OPEC Sees Demand for Its Crude
Oil Falling for Rest of Decade
Bloomberg Business Report (Dec 23, 2015) by Grant Smith
OPEC said demand for its crude will slide to 2020, though less steeply than previously expected, as rival supplies continue to grow.
The organization will need to pump 30.7 million barrels a day by the end of the decade, OPEC said Wednesday in its annual World Oil Outlook. That’s 1.7 million barrels more than projected a year ago, and 1 million less than the group pumped in November.
The forecast underlines the struggle faced by the Organization of Petroleum Exporting Countries as it seeks to defend market share against a surge in output from rivals such as the U.S. and Russia. While OPEC is slowly taming the expansion of competitors, the collapse in oil prices means the financial costs of its strategy are immense. Brent crude futures touched an 11-year low of $36.04 a barrel on Dec. 21…..
…..OPEC assumes that prices will rise to average $80 a barrel in nominal terms in 2020, and $70.70 in real terms. Last year it had anticipated nominal prices of $110 and real levels of $95.40. That means the value of the group’s output in 2020 would be $218 billion less than estimated a year ago, when it first embarked on the policy to protect market share.

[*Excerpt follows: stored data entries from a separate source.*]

"""The files of a glob or list, checked file by file and combined along time.

Every file must agree with the others on units, calendar, grid, time step and the way its
stamps are taken (start or end of step, by its bounds); a disagreement is a MismatchError
naming both files. Fill handling stays each file's own: a file without _FillValue gets the
fill heuristics even when the first file declares its fill.
"""

from __future__ import annotations

from collections.abc import Sequence
from typing import Any

import numpy as np
import xarray as xr
from dask.base import is_dask_collection

from ..errors import MismatchError
from . import timeaxis
from .units import parse_units
from .values import mask_likely_fill, needs_fill_heuristics

__all__ = ["combine_parts"]

# One opened file: its DataArray and what the loader's layout step learnt about it (path,
# name, attrs, encoding, calendar, grid, time_bounds).
Part = tuple[xr.DataArray, dict[str, Any]]


def _same_grid(a: Sequence[Any], b: Sequence[Any]) -> bool:
    return all(x.shape == y.shape and np.allclose(x, y, atol=1e-6) for x, y in zip(a, b))


def _check_parts_in_sequence(parts: Sequence[Part]) -> None:
    """File by file: one time step in every file, and no file's times inside another's.

    Run on the parts sorted by first time, so a pair that overlaps is named by its two files
    (two copies of one file say "the same times appear in two files", not "times go back").
    """
    steps = []
    for da, info in parts:
        t = da["time"]
        steps.append(
            timeaxis.infer_step(t, info.get("time_bounds"), source=info["path"])
            if t.size >= 2 or info.get("time_bounds") is not None
            else None
        )
    known = [(s, info["path"]) for s, (_, info) in zip(steps, parts) if s is not None]
    for s, path in known[1:]:
        if s != known[0][0]:
            raise MismatchError(
                f"has {s} steps but {known[0][1]} has {known[0][0]} steps",
                source=path,
                variable="time",
                expected="one time step in every file of one product",
                fix="open the files of each step separately (for example 'pr_day_*.nc' and "
                "'pr_mon_*.nc') as two products",
            )
    for (a, ia), (b, ib) in zip(parts, parts[1:]):
        ta, tb = a["time"].values, b["time"].values
        if tb[0] > ta[-1]:
            continue
        shared = np.intersect1d(ta, tb).size
        what = (
            "the same times appear in two files" if shared else "the times of one file fall inside the times of another"
        )
        raise MismatchError(
            f"{what}: {ib['path']} and {ia['path']} ({shared} time stamp(s) in both)",
            source=ib["path"],
            variable="time",
            expected="files that follow one another in time without overlap",
            fix="remove the duplicate or overlapping file from the list or pattern",
        )


_FILL_NOTE = "values >= 1e15 and -9999/-999/-99999 treated as missing (no _FillValue in the file)"


def _fill_per_file(parts: Sequence[Part]) -> tuple[Sequence[Part], bool, str | None]:
    """``(parts, mask_fill, note)``: the fill heuristics decided file by file.

    A file without _FillValue/missing_value gets the heuristics (1e20, -9999 ... as
    missing) and a file that declares its fill keeps its own: in a glob mixing both, the
    files that need the heuristics are masked before they are combined, so a later file's
    1e20 never becomes 1e20 mm because the first file declared -9999.
    """
    needs = [needs_fill_heuristics(info["encoding"], info["attrs"]) for _, info in parts]
    if all(needs) or not any(needs):
        return parts, needs[0], (_FILL_NOTE if needs[0] else None)
    import dask.array as dsa

    out: list[Part] = []
    for (da, info), need in zip(parts, needs):
        if need:
            data = da.data if is_dask_collection(da.data) else dsa.from_array(np.asarray(da.data))  # type: ignore[no-untyped-call]
            dtype = da.dtype.newbyteorder("=") if da.dtype.kind == "f" else np.dtype(np.float64)
            da = da.copy(data=dsa.map_blocks(mask_likely_fill, data, dtype=dtype))  # type: ignore[no-untyped-call]
        out.append((da, info))
    which = ", ".join(info["path"] for (_, info), need in zip(parts, needs) if need)
    return out, False, f"values >= 1e15 and -9999/-999/-99999 treated as missing in {which} (no _FillValue there)"


def _check_labels_per_file(parts: Sequence[Part]) -> None:
    """Every file's stamps taken the same way: start of step, or end of step by its bounds.

    Bounds are combined only when every file has them; a file stamped at the end of each
    step beside one without bounds (or one stamped at the start) would be shifted by one
    step in the combined axis, so the pair is named instead.
    """
    kinds = []
    for da, info in parts:
        tb = info.get("time_bounds")
        if tb is None:
            kinds.append(("has no time bounds", info["path"]))
        elif timeaxis.start_labels(da["time"], tb)[1]:
            kinds.append(("stamps each step at its end (by its time bounds)", info["path"]))
        else:
            kinds.append(("stamps each step at its start (by its time bounds)", info["path"]))
    ends = [k for k in kinds if " end " in k[0]]
    others = [k for k in kinds if " end " not in k[0]]
    if ends and others:
        raise MismatchError(
            f"{ends[0][0]} but {others[0][1]} {others[0][0]}",
            source=ends[0][1],
            variable="time",
            expected="the same time stamping (and time bounds) in every file of one product",
            fix="open the files separately, or give every file the same CF time bounds",
        )


def combine_parts(
    parts: Sequence[Part], source_list: Sequence[str]
) -> tuple[xr.DataArray, xr.DataArray | None, bool, str | None]:
    """The opened parts of a glob or list as one DataArray along time, checked file by file.

    Parameters
    ----------
    parts : sequence of (xarray.DataArray, dict)
        ``(DataArray, info)`` pairs from the loader's layout step (info holds path, name,
        attrs, encoding, calendar, grid and time_bounds).
    source_list : sequence of str
        The sources, to name in messages.

    Returns
    -------
    tuple
        ``(data, time bounds or None, mask_fill, fill note)``.

    Raises
    ------
    MismatchError
        Naming the two files that disagree (units, calendar, grid, time step, stamping,
        overlap).

    Examples
    --------
    >>> import numpy as np, pandas as pd, xarray as xr
    >>> def part(start, path):
    ...     t = pd.date_range(start, periods=2)
    ...     da = xr.DataArray(np.ones((2, 1, 1)), dims=("time", "lat", "lon"), coords={"time": t})
    ...     info = {"path": path, "name": "pr", "attrs": {"units": "mm"}, "encoding": {"_FillValue": -1.0},
    ...             "calendar": "standard", "grid": (np.array([10.0]), np.array([0.0])), "time_bounds": None}
    ...     return da, info
    >>> data, bounds, mask_fill, note = combine_parts([part("2001-01-03", "b.nc"), part("2001-01-01", "a.nc")],
    ...                                              ["a.nc", "b.nc"])
    >>> data.sizes["time"], bounds is None, mask_fill
    (4, True, False)
    """
    first_da, first = parts[0]
    u0 = parse_units(first["attrs"].get("units"), source=first["path"], variable=first["name"])
    for _, info in parts[1:]:
        u = parse_units(info["attrs"].get("units"), source=info["path"], variable=info["name"])
        if (u.kind, u.to_mm, u.per_month) != (u0.kind, u0.to_mm, u0.per_month):
            raise MismatchError(
                f"has units '{u.text}' but {first['path']} has '{u0.text}'",
                source=info["path"],
                variable=info["name"],
                expected="the same units in every file of one product",
                fix="open the files separately, or convert them to common units first",
            )
        if info.get("calendar") != first.get("calendar"):
            raise MismatchError(
                f"uses the calendar '{info.get('calendar')}' but {first['path']} uses '{first.get('calendar')}'",
                source=info["path"],
                variable="time",
                expected="one calendar across the files",
                fix="open the files as separate products",
            )
        if not _same_grid(info["grid"], first["grid"]):
            raise MismatchError(
                f"is on a different grid from {first['path']}",
                source=info["path"],
                variable=info["name"],
                expected="the same lat/lon grid in every file",
                fix="open the files as separate products and use cw.regrid to bring them together",
            )
    if len(parts) == 1:
        mask_fill = needs_fill_heuristics(first["encoding"], first["attrs"])
        return first_da, first["time_bounds"], mask_fill, (_FILL_NOTE if mask_fill else None)
    parts = sorted(parts, key=lambda p: p[0]["time"].values[0])
    _check_labels_per_file(parts)  # first: a one-step shift would also look like an overlap
    _check_parts_in_sequence(parts)
    parts, mask_fill, fill_note = _fill_per_file(parts)
    da = xr.concat(
        [p[0] for p in parts],
        dim="time",
        coords="minimal",
        compat="override",
        join="override",
        combine_attrs="override",
    )
    timeaxis.check_monotonic(
        da["time"].values, source=", ".join(source_list[:3]) + (" …" if len(source_list) > 3 else "")
    )
    bounds = [p[1]["time_bounds"] for p in parts]
    tb = xr.concat(bounds, dim=bounds[0].dims[0]) if all(b is not None for b in bounds) else None
    return da, tb, mask_fill, fill_note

The organization increased its estimate for global oil demand in 2020 by 500,000 barrels a day to 97.4 million a day. By then, fuel consumption in emerging nations will overtake that in the industrialized economies of the Organization for Economic Cooperation and Development, it said.
The group cut forecasts for non-OPEC supply in 2020 by 1 million barrels a day to 60.2 million a day as “market instability” leads to reductions in spending and drilling. Non-OPEC supply will still grow by 2.8 million barrels a day this decade, including 800,000 barrels of additional U.S. shale oil. OPEC said the outlook, which incorporated some data set in the middle of the year, was “clouded by uncertainties.”

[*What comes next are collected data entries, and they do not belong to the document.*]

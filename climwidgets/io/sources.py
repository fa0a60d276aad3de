"""Turn what the user passed (path, glob, list, URL, Zarr store) into opened datasets.

Opening never reads data values: only metadata and coordinates.  Every failure of the
underlying libraries is turned into a :class:`SourceError` that names the file.
"""

from __future__ import annotations

import glob
import os
import warnings
from pathlib import Path

import xarray as xr

from ..errors import SourceError

_GLOB_CHARS = set("*?[")
_URL_PREFIXES = ("http://", "https://", "dods://", "dap://", "dap4://")


def is_url(text: str) -> bool:
    return str(text).lower().startswith(_URL_PREFIXES)


def is_zarr(path: str | os.PathLike) -> bool:
    p = Path(path)
    return p.suffix == ".zarr" or (p.is_dir() and any((p / m).exists() for m in (".zgroup", ".zarray", "zarr.json")))


def resolve(source) -> list[str]:
    """A list of concrete sources (paths, stores or URLs) in the order given or sorted by name."""
    if isinstance(source, (list, tuple)):
        if not source:
            raise SourceError("an empty list of files was given", expected="one or more paths",
                              fix="pass a path, a glob pattern such as 'data/pr_*.nc', or a list of paths")
        out = []
        for item in source:
            out.extend(resolve(item))
        return out
    text = os.fspath(source) if isinstance(source, os.PathLike) else str(source)
    if is_url(text):
        return [text]
    expanded = os.path.expanduser(text)
    if _GLOB_CHARS & set(expanded):
        matches = sorted(glob.glob(expanded))
        if not matches:
            raise SourceError("the pattern matches no files", source=text, expected="at least one matching file",
                              fix="check the folder and the pattern (is the extension .nc or .nc4?)")
        return matches
    if not os.path.exists(expanded):
        raise SourceError("does not exist", source=text, expected="an existing NetCDF file or Zarr store",
                          fix="check the path; relative paths are taken from the notebook's working folder "
                              f"({os.getcwd()})")
    if os.path.isdir(expanded) and not is_zarr(expanded):
        raise SourceError("is a folder but not a Zarr store", source=text,
                          expected="a NetCDF file, a glob pattern, or a Zarr store",
                          fix=f"pass a pattern such as '{os.path.join(text, '*.nc')}'")
    return [expanded]


def open_raw(source: str) -> xr.Dataset:
    """Open one source lazily with times left undecoded (they are checked before decoding)."""
    try:
        if is_zarr(source):
            with warnings.catch_warnings():  # stores without consolidated metadata are fine
                warnings.simplefilter("ignore", RuntimeWarning)
                return xr.open_dataset(source, engine="zarr", decode_times=False, chunks=None)
        return xr.open_dataset(source, engine="netcdf4", decode_times=False, chunks=None, cache=False)
    except Exception as exc:  # every backend failure becomes one readable error
        if is_zarr(source):
            problem = "could not be opened as a Zarr store (is it empty or incomplete?)"
            fix = "check that the store was written completely; rewrite it with xarray's to_zarr"
        elif is_url(source):
            problem = "could not be opened as an OPeNDAP URL"
            fix = "check the address and that the server is reachable from this machine"
        else:
            size = os.path.getsize(source) if os.path.exists(source) else 0
            problem = (f"could not be read as NetCDF ({size} bytes; it may be truncated, still being "
                       "written, or not a NetCDF file)")
            fix = "check the file with 'ncdump -h', download or copy it again"
        raise SourceError(f"{problem}: {type(exc).__name__}: {exc}", source=source, fix=fix) from None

The report also forecasts supply and demand through to 2040. Non-OPEC supply will contract in the last two decades of the period to 59.7 million barrels a day, the group said. As a result, demand for OPEC’s crude will rise to 40.7 million barrels a day, expanding its market share to 37 percent.
Almost $10 trillion, in 2014 terms, will need to be invested in the oil industry through to 2040 to develop the required supplies, with $7.2 trillion of this in exploration and production. Producers outside OPEC will need to do the bulk of the spending, investing $250 billion a year.